Your task is to write out exactly the lines of the listing below, from the first down to the line that holds "import porter".

########################################

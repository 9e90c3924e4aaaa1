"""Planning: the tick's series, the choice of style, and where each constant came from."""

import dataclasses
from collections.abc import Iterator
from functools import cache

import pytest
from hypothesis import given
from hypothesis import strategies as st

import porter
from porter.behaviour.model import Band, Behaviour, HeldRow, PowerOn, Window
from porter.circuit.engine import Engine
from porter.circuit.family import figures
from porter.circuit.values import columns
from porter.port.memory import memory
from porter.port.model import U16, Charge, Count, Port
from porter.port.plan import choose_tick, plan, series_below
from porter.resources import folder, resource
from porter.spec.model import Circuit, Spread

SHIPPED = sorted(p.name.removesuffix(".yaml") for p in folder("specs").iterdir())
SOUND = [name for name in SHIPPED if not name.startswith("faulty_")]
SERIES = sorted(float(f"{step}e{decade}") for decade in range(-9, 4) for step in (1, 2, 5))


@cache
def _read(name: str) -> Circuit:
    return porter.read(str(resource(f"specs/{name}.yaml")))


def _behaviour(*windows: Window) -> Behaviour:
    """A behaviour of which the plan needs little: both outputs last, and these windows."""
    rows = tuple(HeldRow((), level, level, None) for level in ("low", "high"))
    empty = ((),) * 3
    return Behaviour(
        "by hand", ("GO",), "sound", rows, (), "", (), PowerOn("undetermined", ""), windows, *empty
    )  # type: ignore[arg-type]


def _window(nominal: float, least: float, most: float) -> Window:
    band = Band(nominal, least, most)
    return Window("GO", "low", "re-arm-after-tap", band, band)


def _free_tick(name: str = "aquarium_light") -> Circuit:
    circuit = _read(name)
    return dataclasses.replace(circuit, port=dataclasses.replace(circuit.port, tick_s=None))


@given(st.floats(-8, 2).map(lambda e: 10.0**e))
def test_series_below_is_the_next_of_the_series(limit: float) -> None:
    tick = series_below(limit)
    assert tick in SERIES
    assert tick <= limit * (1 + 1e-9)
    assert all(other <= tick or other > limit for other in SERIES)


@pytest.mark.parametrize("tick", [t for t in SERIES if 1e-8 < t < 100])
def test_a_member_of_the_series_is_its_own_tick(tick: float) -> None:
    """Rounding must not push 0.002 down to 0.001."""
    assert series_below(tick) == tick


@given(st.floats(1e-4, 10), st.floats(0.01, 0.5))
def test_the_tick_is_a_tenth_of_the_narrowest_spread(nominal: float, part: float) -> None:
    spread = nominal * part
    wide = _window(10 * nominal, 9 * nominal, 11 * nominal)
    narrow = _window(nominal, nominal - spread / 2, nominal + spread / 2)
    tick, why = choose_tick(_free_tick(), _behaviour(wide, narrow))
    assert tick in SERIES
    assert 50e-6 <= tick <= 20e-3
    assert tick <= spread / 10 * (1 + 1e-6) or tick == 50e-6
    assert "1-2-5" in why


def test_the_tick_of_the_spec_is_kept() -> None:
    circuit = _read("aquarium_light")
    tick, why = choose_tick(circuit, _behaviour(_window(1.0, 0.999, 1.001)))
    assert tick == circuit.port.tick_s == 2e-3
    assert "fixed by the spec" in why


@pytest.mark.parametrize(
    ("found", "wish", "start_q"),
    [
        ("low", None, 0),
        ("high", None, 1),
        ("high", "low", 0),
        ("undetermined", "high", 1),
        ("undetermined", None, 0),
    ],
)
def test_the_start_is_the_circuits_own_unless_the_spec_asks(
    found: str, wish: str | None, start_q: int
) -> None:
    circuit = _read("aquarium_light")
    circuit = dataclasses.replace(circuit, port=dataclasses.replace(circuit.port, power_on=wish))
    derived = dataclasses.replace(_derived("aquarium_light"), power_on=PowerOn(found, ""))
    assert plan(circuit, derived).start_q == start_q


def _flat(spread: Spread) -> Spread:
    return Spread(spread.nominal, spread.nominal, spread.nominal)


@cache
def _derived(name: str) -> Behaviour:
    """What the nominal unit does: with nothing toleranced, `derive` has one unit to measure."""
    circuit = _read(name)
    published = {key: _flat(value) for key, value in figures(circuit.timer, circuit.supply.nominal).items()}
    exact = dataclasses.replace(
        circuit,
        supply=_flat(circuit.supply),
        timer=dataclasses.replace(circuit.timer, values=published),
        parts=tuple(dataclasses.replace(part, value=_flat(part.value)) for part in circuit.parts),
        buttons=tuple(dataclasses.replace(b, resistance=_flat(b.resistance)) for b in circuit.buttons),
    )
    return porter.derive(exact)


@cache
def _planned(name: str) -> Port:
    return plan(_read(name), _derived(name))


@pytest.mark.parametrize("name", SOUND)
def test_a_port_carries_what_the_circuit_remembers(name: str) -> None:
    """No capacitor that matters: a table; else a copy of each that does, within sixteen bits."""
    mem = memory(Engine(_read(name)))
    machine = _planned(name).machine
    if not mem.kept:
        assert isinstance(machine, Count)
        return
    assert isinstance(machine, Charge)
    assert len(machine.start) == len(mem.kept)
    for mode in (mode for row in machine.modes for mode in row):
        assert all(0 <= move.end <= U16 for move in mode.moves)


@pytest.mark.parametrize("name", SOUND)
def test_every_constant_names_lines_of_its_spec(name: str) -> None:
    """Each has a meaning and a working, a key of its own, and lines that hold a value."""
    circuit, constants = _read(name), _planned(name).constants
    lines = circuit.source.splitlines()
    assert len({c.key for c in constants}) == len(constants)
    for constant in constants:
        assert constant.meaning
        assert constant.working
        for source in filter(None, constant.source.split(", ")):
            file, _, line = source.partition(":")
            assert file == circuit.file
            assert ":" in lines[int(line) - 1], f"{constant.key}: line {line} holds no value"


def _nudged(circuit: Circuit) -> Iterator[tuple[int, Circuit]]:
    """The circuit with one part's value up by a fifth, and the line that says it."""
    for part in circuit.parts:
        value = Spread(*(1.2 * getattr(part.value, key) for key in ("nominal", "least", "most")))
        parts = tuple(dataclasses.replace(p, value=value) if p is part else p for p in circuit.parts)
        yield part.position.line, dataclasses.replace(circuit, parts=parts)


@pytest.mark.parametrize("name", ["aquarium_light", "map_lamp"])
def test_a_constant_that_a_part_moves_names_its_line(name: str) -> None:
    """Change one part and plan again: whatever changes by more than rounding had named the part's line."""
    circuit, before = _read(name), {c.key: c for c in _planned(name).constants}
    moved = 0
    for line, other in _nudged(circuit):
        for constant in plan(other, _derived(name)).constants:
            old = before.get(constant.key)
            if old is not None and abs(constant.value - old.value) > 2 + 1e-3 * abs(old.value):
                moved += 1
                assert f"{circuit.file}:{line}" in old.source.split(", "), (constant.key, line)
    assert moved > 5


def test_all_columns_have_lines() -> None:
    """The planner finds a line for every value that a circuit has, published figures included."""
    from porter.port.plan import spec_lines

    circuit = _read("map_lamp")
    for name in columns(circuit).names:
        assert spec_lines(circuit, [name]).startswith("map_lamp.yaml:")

########################################

Answer space:
repository 9e90c3924e4aaaa1
"""Planning: the tick's series, the choice of style, and where each constant came from."""

import dataclasses
from collections.abc import Iterator
from functools import cache

import pytest
from hypothesis import given
from hypothesis import strategies as st

import porter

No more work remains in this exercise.